I do feel for him. I pull down several cobwebs along the trail myself, and they make me itch, too.


----------



## WesternSpice (Aug 28, 2011)

I use cheap polo wraps. You can go to any tack shop, and find some really cheap ones, and if they get dirty, all you have to do is put them through the wash. Thistles and prickly plants really bother my horse, but once I put the polos on, he was fine.


----------



## Shenandoah (Aug 9, 2010)

Do you have any problems with the polo wraps getting caught on those thistles and prickly plants?


----------



## WesternSpice (Aug 28, 2011)

Not usually, raspberry bushes tend too, but my wraps are cotton and worn.


----------



## MicKey73 (Dec 26, 2010)

I use the cheap Dover saddlery boots (black with fleece) because it will give him a bit of protection from snakes and cactus if we are unlucky enough to find them. But if I knew how to properly do polos, I'd use those on the back legs because you never know when you might need a bandage out there, and they make a good temporary one that you don't have to pack!
_Posted via Mobile Device_


----------



## Painted Horse (Dec 29, 2006)

I learned my horsemanship skills while doing Competitive Trail Rides. NATRC did not allow any leg protection during competition. They stressed that a horse should know how to take care of his legs. Rock bites, nicks and cuts were a deduction from your score. It has just stuck with me that my horses should do well with no leg protection on trail rides.

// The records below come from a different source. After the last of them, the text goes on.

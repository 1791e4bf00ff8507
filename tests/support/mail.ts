import { boss, startBoss } from '@/server/jobs';
import { handlers } from '@/server/worker';
import { receivedMails } from './server';

/** Does what the worker would do with the mails that are queued now; answers what the mail server got so far. */
export async function deliverMails() {
  await startBoss();
  for (;;) {
    const jobs = await boss.fetch<object>('mail', { batchSize: 50 });
    if (jobs.length === 0) return receivedMails();
    for (const { id, data } of jobs) {
      await handlers.mail(data);
      await boss.complete('mail', id);
    }
  }
}

/** The link to choose a password in the latest mail to that address. */
export async function linkMailedTo(email: string): Promise<{ kind: string; token: string }> {
  const mails = await deliverMails();
  const mail = mails.findLast(({ to }) => to.includes(email));
  const [, kind = '', token = ''] = /\/(reset|invitation)\/([\w-]+)/.exec(mail?.text ?? '') ?? [];
  return { kind, token };
}
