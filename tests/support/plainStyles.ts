import { vi } from 'vitest';

const PLAIN: Readonly<Record<string, string>> = {
  display: 'block',
  visibility: 'visible',
  'pointer-events': 'auto',
  pointerEvents: 'auto',
};

/**
 * Looking up an accessible name asks for the computed style of every node on
 * the way, and jsdom matches each against the whole style sheet: seconds on a
 * large screen. For screens that hide nothing by style.
 */
export function usePlainStyles(): void {
  const style = { ...PLAIN, getPropertyValue: (name: string) => PLAIN[name] ?? '' };
  vi.stubGlobal('getComputedStyle', () => style);
  window.getComputedStyle = () => style as unknown as CSSStyleDeclaration;
}
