import { v7 } from 'uuid';
import type { Express } from 'express';
import type TestAgent from 'supertest/lib/agent';
import type { Meaning, WorksheetRecord } from '@/shared/record';
import type { WorksheetContent } from '@/shared/worksheet';
import { buildApp } from '@/server/app';
import { clock } from '@/server/clock';
import type { Site } from '@/server/models/Site';
import type { User } from '@/server/models/User';
import { PIN, buildSite, buildUser, signIn } from './server';
import { soundEnergizedWorksheet, soundWorksheet } from './soundWorksheet';

/** The instant for which the sound worksheets are sound. */
export const NOW = '2026-12-01T15:00:00.000Z';
export const STROKES = [
  [
    [10, 12],
    [34.5, 40],
    [60, 22],
  ],
  [
    [70, 20],
    [92, 48],
  ],
];

export interface Person {
  user: User;
  agent: TestAgent;
}

/** A company small enough for a test: one site, a lead, two helpers, two supervisors, safety, and people of another site. */
export interface Company {
  app: Express;
  site: Site;
  lead: Person;
  helper: Person;
  helper2: Person;
  supervisor: Person;
  supervisor2: Person;
  safety: Person;
  otherSite: Site;
  stranger: Person;
  otherSupervisor: Person;
}

export async function buildCompany(): Promise<Company> {
  clock.set(NOW);
  const app = buildApp();
  const site = await buildSite({ name: 'Marlow Annex' });
  const otherSite = await buildSite({ name: 'Quarry House', timeZone: 'America/Denver' });
  const person = async (role: User['role'], sites: Site[], name: string): Promise<Person> => {
    const user = await buildUser({ role, sites, name });
    return { user, agent: await signIn(app, user) };
  };
  return {
    app,
    site,
    otherSite,
    lead: await person('lead', [site], 'Ada Lind'),
    helper: await person('helper', [site], 'Beto Cruz'),
    helper2: await person('helper', [site], 'Cam Oduya'),
    supervisor: await person('supervisor', [site], 'Dana Roe'),
    supervisor2: await person('supervisor', [site], 'Emil Tran'),
    safety: await person('safety', [site], 'Fay Moss'),
    stranger: await person('lead', [otherSite], 'Gus Hale'),
    otherSupervisor: await person('supervisor', [otherSite], 'Hana Voss'),
  };
}

/** The sound content with this company's site and people in it. */
export function contentFor(
  { site, lead, helper }: Company,
  content: WorksheetContent = soundWorksheet().content,
): WorksheetContent {
  const copy = structuredClone(content);
  const userIds = [lead.user.id, helper.user.id];
  return {
    ...copy,
    job: { ...copy.job, siteId: site.id },
    crew: (copy.crew ?? []).map((member, index) => ({ ...member, userId: userIds[index] ?? v7() })),
  };
}

/** The same, with work on the energized path. */
export function energizedContentFor(company: Company): WorksheetContent {
  return contentFor(company, soundEnergizedWorksheet().content);
}

export async function read(person: Person, id: string): Promise<WorksheetRecord> {
  const answer = await person.agent.get(`/api/worksheets/${id}`);
  if (answer.status !== 200) throw new Error(`reading answered ${answer.status}`);
  return answer.body as WorksheetRecord;
}

export async function create(
  company: Company,
  content: WorksheetContent = contentFor(company),
): Promise<WorksheetRecord> {
  const answer = await company.lead.agent.post('/api/worksheets').send({ content });
  if (answer.status !== 201) {
    throw new Error(`creating answered ${answer.status} ${JSON.stringify(answer.body)}`);
  }
  return answer.body as WorksheetRecord;
}

/** The body of a signature with the PIN, for the content as it stands. */
export function signatureBody(record: WorksheetRecord, meaning: Meaning, signer: Person) {
  return {
    id: v7(),
    meaning,
    signerId: signer.user.id,
    pin: PIN,
    strokes: STROKES,
    contentHash: record.contentHash,
  };
}

export async function sign(
  record: WorksheetRecord,
  meaning: Meaning,
  signer: Person,
  on: Person = signer,
): Promise<WorksheetRecord> {
  const answer = await on.agent
    .post(`/api/worksheets/${record.id}/signatures`)
    .send(signatureBody(record, meaning, signer));
  if (answer.status !== 201) {
    throw new Error(`${meaning} answered ${answer.status} ${JSON.stringify(answer.body)}`);
  }
  return read(signer, record.id);
}

export async function toBriefing(company: Company, content?: WorksheetContent) {
  return sign(await create(company, content), 'prepared', company.lead);
}

export async function toCountersign(company: Company, content?: WorksheetContent) {
  return sign(await toBriefing(company, content), 'acknowledged', company.helper);
}

export async function toInForce(company: Company, content?: WorksheetContent) {
  return sign(await toCountersign(company, content), 'countersigned', company.supervisor);
}

export function act(person: Person, record: { id: string }, name: string, body: object = {}) {
  return person.agent.post(`/api/worksheets/${record.id}/${name}`).send(body);
}

export function prove(
  company: Company,
  record: { id: string },
  proof: object = soundWorksheet().proof,
) {
  return act(company.lead, record, 'proofs', { id: v7(), proof, pin: PIN });
}

export function close(
  company: Company,
  record: { id: string },
  closeOut: object = soundWorksheet().closeOut,
) {
  return act(company.lead, record, 'close', { closeOut, pin: PIN });
}
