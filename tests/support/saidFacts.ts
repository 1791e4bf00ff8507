import { contentFacts } from '@/shared/contentFacts';

type Options = Parameters<typeof contentFacts>[1];

export const FACT_OPTIONS = {
  locale: 'en-US',
  units: 'feet',
  timeZone: 'America/Chicago',
} as const satisfies Options;

/**
 * Label and value of every answered field, groups run together. A no-break
 * space is shown as `_` so that a test says where it stands.
 */
export function said(content: unknown, more: Partial<Options> = {}): [string, string][] {
  return contentFacts(content, { ...FACT_OPTIONS, ...more }).flatMap(({ facts }) =>
    facts.map(({ label, value }): [string, string] => [label, value.replaceAll('\u00a0', '_')]),
  );
}

export const saidValues = (content: unknown, more: Partial<Options> = {}) =>
  said(content, more).map(([, value]) => value);
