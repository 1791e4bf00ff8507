/** The JSON Pointer of every key and member inside a value, parents before their children. */
export function pointersOf(value: unknown, base = ''): string[] {
  if (typeof value !== 'object' || value === null) return [];
  return Object.entries(value).flatMap(([key, child]) => {
    const pointer = `${base}/${key}`;
    return [pointer, ...pointersOf(child, pointer)];
  });
}
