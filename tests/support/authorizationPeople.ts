import { generateKeyPairSync } from 'node:crypto';
import type { Express } from 'express';
import sharp from 'sharp';
import supertest from 'supertest';
import { v7 } from 'uuid';
import type { WorksheetRecord } from '@/shared/record';
import type { WorksheetContent } from '@/shared/worksheet';
import { ROLES } from '@/shared/user';
import type { Role } from '@/shared/user';
import { clock } from '@/server/clock';
import { Device } from '@/server/models/Device';
import { PasswordReset } from '@/server/models/PasswordReset';
import { RubberGoods } from '@/server/models/RubberGoods';
import type { Site } from '@/server/models/Site';
import { SiteMember } from '@/server/models/SiteMember';
import type { User } from '@/server/models/User';
import { hashToken, LINK_MILLISECONDS } from '@/server/services/sendMail';
import { act, signatureBody } from './record';
import type { Person } from './record';
import { buildSite, buildUser, signIn } from './server';
import { soundWorksheet } from './soundWorksheet';

/**
 * How somebody stands to a record: its lead, its creator (at another site by
 * now), named on its crew, named in an earlier signed revision only, at its
 * site, at another, at none.
 */
export const RELATIONS = [
  'own',
  'creator',
  'named',
  'wasNamed',
  'sameSite',
  'otherSite',
  'noSite',
] as const;
export type Relation = (typeof RELATIONS)[number];

/** The ids that fill the parameters of a path. */
export interface Target {
  worksheetId: string;
  contentHash: string;
  questionId: string;
  attachmentId: string;
  deviceId: string;
  sessionId: string;
  personId: string;
  siteId: string;
  goodsId: string;
  /** Of a link to choose a password, still open. */
  token: string;
}

export interface Asker extends Person {
  /** For messages of the test: `helper named`. */
  name: string;
  role: Role | 'nobody';
  relation: Relation;
  target: Target;
}

interface Places {
  app: Express;
  site: Site;
  otherSite: Site;
  goodsId: string;
  supervisor: Person;
}

async function join(app: Express, role: Role, sites: Site[]): Promise<Person> {
  const user = await buildUser({ role, sites });
  return { user, agent: await signIn(app, user) };
}

function contentWith(site: Site, [lead, ...others]: readonly User[]): WorksheetContent {
  const { content } = soundWorksheet();
  const [first, second] = content.crew ?? [];
  return {
    ...content,
    job: { ...content.job, siteId: site.id },
    crew: [
      { ...first, userId: lead?.id ?? '' },
      ...others.map(({ id }, index) => ({ ...second, id: `c${index + 2}`, userId: id })),
    ],
  };
}

async function post<T>(person: Person, path: string, body: object): Promise<T> {
  const answer = await person.agent.post(`/api${path}`).send(body);
  if (answer.status > 299) throw new Error(`${path}: ${answer.status} ${answer.text}`);
  return answer.body as T;
}

interface Plan {
  lead: Person;
  creator?: Person;
  /** Of the first, signed revision; those of the second follow in `after`. */
  crew?: readonly User[];
  after?: readonly User[];
}

/**
 * A draft at its second revision that is not ready: whatever a person may do
 * with it ends as bad input or a conflict and moves nothing. Its photo belongs
 * to the first revision, which is signed.
 */
async function targetOf(places: Places, plan: Plan): Promise<Target> {
  const { site, supervisor } = places;
  const { lead, creator = lead, crew = [lead.user], after = [lead.user] } = plan;
  const content = contentWith(site, crew);
  const first = await post<WorksheetRecord>(creator, '/worksheets', {
    content,
    leadId: lead.user.id,
  });
  const path = `/worksheets/${first.id}`;
  const question = await post<{ id: string }>(lead, `${path}/questions`, { text: 'Which door?' });
  const photo = await sharp({ create: { width: 8, height: 8, channels: 3, background: '#888' } })
    .jpeg()
    .toBuffer();
  const added = await lead.agent
    .post(`/api${path}/attachments`)
    .field('section', 'job')
    .attach('file', photo, 'photo.jpg');
  const { body: draft } = await lead.agent.get(`/api${path}`);
  const prepared = signatureBody(draft as WorksheetRecord, 'prepared', lead);
  await post(lead, `${path}/signatures`, prepared);
  await post(supervisor, `${path}/return`, { reason: 'Not so.' });
  const revised = await act(lead, first, 'revise');
  const { job, crew: kept } = contentWith(site, after);
  const saved = await lead.agent
    .put(`/api${path}`)
    .set('If-Match', `"${revised.body.version}"`)
    .send({ content: { job, crew: kept } });
  return {
    worksheetId: first.id,
    contentHash: saved.body.contentHash,
    questionId: question.id,
    attachmentId: added.body.id,
    ...(await ownedBy(places, lead)),
  };
}

/** What belongs to a person and to their site, beside worksheets. */
async function ownedBy({ app, site, goodsId }: Places, { user, agent }: Person) {
  const { publicKey } = generateKeyPairSync('ec', { namedCurve: 'P-256' });
  const device = await Device.create({
    id: v7(),
    userId: user.id,
    publicKey: publicKey.export({ format: 'jwk' }) as Device['publicKey'],
    label: 'Phone',
    createdAt: clock.now(),
  });
  await signIn(app, user);
  const { body } = await agent.get('/api/sessions');
  const other = (body.items as { id: string; current: boolean }[]).find(({ current }) => !current);
  return {
    deviceId: device.id,
    sessionId: other?.id ?? '',
    personId: user.id,
    siteId: site.id,
    goodsId,
    token: await openLink(user.id),
  };
}

async function openLink(userId: string): Promise<string> {
  const token = `${v7()}-of-${userId}`;
  const now = clock.now();
  await PasswordReset.create({
    tokenHash: hashToken(token),
    userId,
    kind: 'reset',
    expiresAt: new Date(now.getTime() + LINK_MILLISECONDS),
    createdAt: now,
  });
  return token;
}

async function placesFor(app: Express): Promise<Places> {
  const [site, otherSite] = [await buildSite(), await buildSite()];
  const goods = await RubberGoods.create({
    id: v7(),
    siteId: site.id,
    kind: 'gloves',
    gloveClass: '00',
    serial: 'A-1',
    createdAt: clock.now(),
    updatedAt: clock.now(),
  });
  const supervisor = await join(app, 'supervisor', [site]);
  return { app, site, otherSite, goodsId: goods.id, supervisor };
}

type Row = Omit<Asker, 'name'>;

/** Those who have a worksheet of their own: made when they could, kept in whatever role they have now. */
async function withTheirOwn(places: Places, lead: Person): Promise<Row[]> {
  const { app, site, otherSite } = places;
  const rows: Row[] = [];
  for (const role of ROLES) {
    const creator = await join(app, 'supervisor', [site]);
    const made = await targetOf(places, { lead, creator });
    await creator.user.update({ role });
    await SiteMember.update({ siteId: otherSite.id }, { where: { userId: creator.user.id } });
    rows.push({ ...creator, role, relation: 'creator', target: made });
    if (role === 'lead') continue;
    const owner = await join(app, 'lead', [site]);
    const target = await targetOf(places, { lead: owner });
    await owner.user.update({ role });
    rows.push({ ...owner, role, relation: 'own', target });
  }
  return rows;
}

/** Everybody whose requests are compared with the contract: each role in each relation, the retired, and no session. */
export async function buildAskers(app: Express): Promise<Asker[]> {
  const places = await placesFor(app);
  const { site, otherSite } = places;
  const sites = {
    ...{ named: [site], wasNamed: [site], sameSite: [site] },
    ...{ otherSite: [otherSite], noSite: [] },
  };
  const lead = await join(app, 'lead', [site]);
  const others: Omit<Row, 'target'>[] = [];
  for (const role of ROLES) {
    for (const [relation, where] of Object.entries(sites) as [Relation, Site[]][]) {
      others.push({ ...(await join(app, role, where)), role, relation });
    }
  }
  const usersAt = (relation: Relation) =>
    others.filter((row) => row.relation === relation).map(({ user }) => user);
  const after = [lead.user, ...usersAt('named')];
  const target = await targetOf(places, { lead, crew: [...after, ...usersAt('wasNamed')], after });
  const gone = await join(app, 'lead', [site]);
  await gone.user.update({ retiredAt: clock.now() });
  const noSession = { user: gone.user, agent: supertest.agent(app) };
  const rows: Row[] = [
    { ...lead, role: 'lead', relation: 'own', target },
    ...(await withTheirOwn(places, lead)),
    ...others.map((row) => ({ ...row, target })),
    { ...gone, role: 'nobody', relation: 'sameSite', target },
    { ...noSession, role: 'nobody', relation: 'noSite', target },
  ];
  return rows.map((row) => ({ ...row, name: `${row.role} ${row.relation}` }));
}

Are you sure it's the cobwebs that are making him itch? I can't imagine they would be there for very long. If my horses get a cob web on their legs, It's pretty much wiped off by the next brush they push thru.


----------



## Shenandoah (Aug 9, 2010)

I'm not positive, but I'm pretty sure it's the cobwebs.
I often see them on his legs visibly when we get back to the barn. Also, if we ride in the fields or arenas (even the grass arenas) he has no problem. If it's rainy and the spiders aren't out, he has no problem. It's just days we're going through tons of cobwebs that he has issues. Now, it's possible there's something else that's correlated with cobwebs...

However, even with the ones I go through, they often continue to itch long after I've removed them from my arms. And bits of the strands hang on in various places.

There aren't a lot of bushes to push through. Most of it's open, between trees. But these cobwebs are HUGE, and they come out of nowhere, hanging between widely spaced trees.

It might not be the same where you are? I know in Colorado I NEVER had a problem with cobwebs. Here in Virginia we're passing through a new one every few minutes. It's gross.


----------



## bbsmfg3 (Aug 12, 2010)

I seriously doubt it's cobwebs. Maybe something on the webs, tick, mites, etc.

Ditto, Painted Horse's comments. If you think you need something, you need to look at the horse's training first.


----------